## TASK
Across the entries below, count the lines in which the word "keeps" occurs. Reply with the count alone.

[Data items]
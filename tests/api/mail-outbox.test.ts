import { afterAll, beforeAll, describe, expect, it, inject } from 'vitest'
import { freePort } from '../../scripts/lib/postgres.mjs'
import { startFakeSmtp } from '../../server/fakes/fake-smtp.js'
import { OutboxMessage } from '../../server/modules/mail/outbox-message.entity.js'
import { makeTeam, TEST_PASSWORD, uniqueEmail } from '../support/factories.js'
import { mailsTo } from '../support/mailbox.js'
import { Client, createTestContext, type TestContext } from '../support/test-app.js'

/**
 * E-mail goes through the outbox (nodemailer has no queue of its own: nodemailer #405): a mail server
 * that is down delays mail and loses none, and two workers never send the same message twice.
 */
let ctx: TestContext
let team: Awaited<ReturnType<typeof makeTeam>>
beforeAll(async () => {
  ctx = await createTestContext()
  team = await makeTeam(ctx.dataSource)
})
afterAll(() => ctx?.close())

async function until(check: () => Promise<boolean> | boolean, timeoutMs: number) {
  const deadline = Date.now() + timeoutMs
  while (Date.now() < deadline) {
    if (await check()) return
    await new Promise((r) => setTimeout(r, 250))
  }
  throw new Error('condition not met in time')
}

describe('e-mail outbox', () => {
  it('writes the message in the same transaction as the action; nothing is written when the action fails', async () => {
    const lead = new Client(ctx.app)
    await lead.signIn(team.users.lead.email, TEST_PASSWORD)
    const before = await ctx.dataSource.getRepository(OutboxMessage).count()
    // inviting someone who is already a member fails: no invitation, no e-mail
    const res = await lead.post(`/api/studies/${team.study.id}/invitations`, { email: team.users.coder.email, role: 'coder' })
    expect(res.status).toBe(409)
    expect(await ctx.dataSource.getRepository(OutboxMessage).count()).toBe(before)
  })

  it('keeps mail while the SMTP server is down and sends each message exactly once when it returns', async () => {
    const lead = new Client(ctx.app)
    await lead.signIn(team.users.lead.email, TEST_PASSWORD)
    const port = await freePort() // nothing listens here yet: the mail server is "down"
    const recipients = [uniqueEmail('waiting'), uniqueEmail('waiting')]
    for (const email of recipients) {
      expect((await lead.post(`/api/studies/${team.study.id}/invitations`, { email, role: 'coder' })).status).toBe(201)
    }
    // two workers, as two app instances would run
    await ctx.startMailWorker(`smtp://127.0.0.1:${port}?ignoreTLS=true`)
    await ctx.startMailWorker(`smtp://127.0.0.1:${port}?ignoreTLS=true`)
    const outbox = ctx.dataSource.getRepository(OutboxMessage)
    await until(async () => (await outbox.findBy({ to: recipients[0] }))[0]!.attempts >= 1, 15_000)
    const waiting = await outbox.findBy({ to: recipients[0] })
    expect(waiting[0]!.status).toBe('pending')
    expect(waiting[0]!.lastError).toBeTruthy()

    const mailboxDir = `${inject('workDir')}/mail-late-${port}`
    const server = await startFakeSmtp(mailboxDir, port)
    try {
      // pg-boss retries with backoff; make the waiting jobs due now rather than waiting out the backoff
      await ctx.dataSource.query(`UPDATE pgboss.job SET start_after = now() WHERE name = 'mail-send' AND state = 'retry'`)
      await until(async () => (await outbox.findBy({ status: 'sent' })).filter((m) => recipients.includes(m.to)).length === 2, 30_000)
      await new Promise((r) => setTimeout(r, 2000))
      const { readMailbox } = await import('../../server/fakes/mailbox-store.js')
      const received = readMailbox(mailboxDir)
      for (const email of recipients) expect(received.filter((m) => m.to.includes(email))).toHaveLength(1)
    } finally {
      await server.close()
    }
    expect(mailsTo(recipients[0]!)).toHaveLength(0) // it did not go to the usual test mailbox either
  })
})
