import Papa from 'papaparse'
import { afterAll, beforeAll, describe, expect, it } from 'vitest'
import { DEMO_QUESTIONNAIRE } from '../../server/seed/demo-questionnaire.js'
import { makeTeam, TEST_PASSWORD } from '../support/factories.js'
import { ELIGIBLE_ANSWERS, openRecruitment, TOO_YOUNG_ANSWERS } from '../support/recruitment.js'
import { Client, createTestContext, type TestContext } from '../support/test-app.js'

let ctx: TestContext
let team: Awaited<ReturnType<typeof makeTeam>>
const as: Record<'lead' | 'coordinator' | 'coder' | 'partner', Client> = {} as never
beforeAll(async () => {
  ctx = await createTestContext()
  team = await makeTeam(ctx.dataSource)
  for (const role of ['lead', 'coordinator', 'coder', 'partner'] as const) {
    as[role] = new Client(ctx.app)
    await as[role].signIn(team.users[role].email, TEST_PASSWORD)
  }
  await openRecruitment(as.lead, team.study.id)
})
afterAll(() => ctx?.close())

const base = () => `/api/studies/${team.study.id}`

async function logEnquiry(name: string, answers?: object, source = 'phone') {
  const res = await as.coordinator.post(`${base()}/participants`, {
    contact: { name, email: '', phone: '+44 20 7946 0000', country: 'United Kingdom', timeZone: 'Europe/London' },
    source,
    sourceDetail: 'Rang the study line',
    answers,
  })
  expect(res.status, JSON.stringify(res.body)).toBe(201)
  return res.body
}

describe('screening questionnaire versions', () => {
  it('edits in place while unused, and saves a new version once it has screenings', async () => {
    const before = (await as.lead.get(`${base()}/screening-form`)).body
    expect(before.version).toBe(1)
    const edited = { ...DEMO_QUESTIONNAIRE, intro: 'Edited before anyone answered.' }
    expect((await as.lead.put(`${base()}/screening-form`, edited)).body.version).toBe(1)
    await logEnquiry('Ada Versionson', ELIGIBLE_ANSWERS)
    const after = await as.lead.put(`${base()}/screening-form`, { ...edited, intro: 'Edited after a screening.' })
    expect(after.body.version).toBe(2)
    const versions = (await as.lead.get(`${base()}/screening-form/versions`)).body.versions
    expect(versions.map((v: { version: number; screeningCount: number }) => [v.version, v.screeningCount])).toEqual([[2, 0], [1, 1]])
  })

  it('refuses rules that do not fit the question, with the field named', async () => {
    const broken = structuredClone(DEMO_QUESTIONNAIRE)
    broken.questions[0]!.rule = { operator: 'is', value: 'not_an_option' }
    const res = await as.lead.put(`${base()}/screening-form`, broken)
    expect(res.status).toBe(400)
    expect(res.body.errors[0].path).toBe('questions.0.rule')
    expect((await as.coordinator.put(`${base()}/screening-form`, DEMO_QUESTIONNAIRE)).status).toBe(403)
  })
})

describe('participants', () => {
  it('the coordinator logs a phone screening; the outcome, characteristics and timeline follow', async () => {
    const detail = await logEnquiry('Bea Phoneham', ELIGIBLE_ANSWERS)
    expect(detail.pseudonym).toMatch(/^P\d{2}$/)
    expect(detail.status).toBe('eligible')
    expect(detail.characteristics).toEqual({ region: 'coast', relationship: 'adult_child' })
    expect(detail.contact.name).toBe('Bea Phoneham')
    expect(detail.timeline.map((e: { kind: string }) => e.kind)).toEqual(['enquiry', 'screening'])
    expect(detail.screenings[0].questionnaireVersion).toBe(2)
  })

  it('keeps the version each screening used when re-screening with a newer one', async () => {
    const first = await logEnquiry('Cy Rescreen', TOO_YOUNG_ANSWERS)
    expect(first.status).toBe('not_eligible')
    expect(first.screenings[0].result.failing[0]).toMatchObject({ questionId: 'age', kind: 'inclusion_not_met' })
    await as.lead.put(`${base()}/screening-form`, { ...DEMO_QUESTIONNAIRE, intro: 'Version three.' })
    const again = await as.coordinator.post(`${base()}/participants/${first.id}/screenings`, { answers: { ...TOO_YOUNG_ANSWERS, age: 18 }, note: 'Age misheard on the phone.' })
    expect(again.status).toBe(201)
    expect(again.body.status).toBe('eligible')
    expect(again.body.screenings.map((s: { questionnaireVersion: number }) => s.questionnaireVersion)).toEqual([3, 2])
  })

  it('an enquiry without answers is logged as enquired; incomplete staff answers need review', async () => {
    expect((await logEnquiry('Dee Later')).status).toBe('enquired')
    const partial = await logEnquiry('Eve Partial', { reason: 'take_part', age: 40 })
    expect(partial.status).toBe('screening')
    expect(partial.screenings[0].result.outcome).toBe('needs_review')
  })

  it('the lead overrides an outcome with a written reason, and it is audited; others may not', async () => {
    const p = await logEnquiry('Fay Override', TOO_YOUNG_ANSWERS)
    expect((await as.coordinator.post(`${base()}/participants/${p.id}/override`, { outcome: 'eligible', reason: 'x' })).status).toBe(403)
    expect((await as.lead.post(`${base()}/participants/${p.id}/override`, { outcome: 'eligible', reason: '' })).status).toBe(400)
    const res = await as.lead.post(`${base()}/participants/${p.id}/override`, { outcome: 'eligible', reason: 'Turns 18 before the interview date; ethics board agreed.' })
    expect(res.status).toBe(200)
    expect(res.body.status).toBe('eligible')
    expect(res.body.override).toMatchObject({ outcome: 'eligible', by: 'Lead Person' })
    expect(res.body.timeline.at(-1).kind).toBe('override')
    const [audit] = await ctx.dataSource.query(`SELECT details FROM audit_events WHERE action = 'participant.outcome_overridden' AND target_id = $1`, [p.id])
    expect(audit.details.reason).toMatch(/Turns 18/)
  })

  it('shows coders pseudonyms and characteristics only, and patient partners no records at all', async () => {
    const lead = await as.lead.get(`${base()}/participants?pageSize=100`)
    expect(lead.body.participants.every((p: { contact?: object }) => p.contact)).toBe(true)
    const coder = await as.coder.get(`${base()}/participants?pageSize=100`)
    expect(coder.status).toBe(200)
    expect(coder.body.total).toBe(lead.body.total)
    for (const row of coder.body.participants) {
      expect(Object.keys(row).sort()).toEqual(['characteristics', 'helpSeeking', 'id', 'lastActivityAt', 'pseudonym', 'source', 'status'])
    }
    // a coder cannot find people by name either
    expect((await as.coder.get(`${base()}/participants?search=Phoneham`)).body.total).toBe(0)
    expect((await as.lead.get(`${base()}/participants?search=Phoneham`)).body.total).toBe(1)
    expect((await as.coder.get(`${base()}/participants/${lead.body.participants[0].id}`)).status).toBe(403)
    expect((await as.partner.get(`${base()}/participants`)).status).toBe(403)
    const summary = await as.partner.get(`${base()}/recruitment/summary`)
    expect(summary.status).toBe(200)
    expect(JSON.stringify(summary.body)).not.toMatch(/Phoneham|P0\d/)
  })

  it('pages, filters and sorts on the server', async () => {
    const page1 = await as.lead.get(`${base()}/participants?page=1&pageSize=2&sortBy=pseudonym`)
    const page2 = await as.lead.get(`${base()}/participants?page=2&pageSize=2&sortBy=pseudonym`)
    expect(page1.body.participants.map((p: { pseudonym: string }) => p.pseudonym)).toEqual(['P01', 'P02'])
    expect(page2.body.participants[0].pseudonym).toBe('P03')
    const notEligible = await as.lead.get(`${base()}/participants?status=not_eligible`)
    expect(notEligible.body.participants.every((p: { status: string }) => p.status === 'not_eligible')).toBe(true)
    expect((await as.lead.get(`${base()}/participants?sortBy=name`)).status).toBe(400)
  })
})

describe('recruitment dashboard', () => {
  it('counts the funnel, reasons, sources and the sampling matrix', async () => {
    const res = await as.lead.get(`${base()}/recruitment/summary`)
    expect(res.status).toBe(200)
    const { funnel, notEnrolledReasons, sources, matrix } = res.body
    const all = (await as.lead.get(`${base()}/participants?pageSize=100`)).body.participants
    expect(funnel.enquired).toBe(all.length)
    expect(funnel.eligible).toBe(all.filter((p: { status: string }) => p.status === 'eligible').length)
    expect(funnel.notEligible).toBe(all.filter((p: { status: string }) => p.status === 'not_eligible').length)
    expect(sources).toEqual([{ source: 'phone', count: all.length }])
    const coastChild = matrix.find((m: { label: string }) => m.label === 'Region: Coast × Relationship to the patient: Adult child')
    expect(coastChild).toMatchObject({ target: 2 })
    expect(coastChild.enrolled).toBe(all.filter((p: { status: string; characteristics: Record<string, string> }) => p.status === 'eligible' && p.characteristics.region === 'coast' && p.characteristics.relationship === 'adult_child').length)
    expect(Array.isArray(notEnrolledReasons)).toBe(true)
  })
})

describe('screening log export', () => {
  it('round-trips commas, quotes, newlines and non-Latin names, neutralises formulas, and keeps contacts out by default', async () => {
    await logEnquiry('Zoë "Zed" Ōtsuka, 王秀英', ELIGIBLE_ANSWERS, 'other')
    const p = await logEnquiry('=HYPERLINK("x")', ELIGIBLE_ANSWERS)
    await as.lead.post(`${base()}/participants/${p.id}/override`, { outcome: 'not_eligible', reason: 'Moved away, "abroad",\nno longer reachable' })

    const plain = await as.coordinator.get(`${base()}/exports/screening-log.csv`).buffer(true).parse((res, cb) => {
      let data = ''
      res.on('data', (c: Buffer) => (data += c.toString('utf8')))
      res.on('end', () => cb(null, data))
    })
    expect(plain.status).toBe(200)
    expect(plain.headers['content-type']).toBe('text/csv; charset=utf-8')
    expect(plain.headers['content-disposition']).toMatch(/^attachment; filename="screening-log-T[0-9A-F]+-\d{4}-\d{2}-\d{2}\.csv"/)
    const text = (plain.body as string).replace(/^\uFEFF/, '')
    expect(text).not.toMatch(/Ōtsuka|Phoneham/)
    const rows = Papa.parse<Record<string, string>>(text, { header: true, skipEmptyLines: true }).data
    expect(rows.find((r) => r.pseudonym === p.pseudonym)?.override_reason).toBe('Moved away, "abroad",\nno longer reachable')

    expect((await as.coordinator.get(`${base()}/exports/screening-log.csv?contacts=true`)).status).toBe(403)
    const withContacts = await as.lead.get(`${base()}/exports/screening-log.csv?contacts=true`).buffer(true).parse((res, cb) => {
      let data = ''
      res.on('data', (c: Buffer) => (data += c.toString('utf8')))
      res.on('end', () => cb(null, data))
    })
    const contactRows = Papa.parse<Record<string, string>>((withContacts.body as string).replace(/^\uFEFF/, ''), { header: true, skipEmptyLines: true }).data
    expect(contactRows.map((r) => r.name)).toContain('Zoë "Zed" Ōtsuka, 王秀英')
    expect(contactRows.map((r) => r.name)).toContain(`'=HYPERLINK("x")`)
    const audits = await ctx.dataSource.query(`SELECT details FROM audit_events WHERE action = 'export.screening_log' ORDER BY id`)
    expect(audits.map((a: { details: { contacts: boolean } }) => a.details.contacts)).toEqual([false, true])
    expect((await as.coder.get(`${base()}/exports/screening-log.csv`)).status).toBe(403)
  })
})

## SOLUTION
3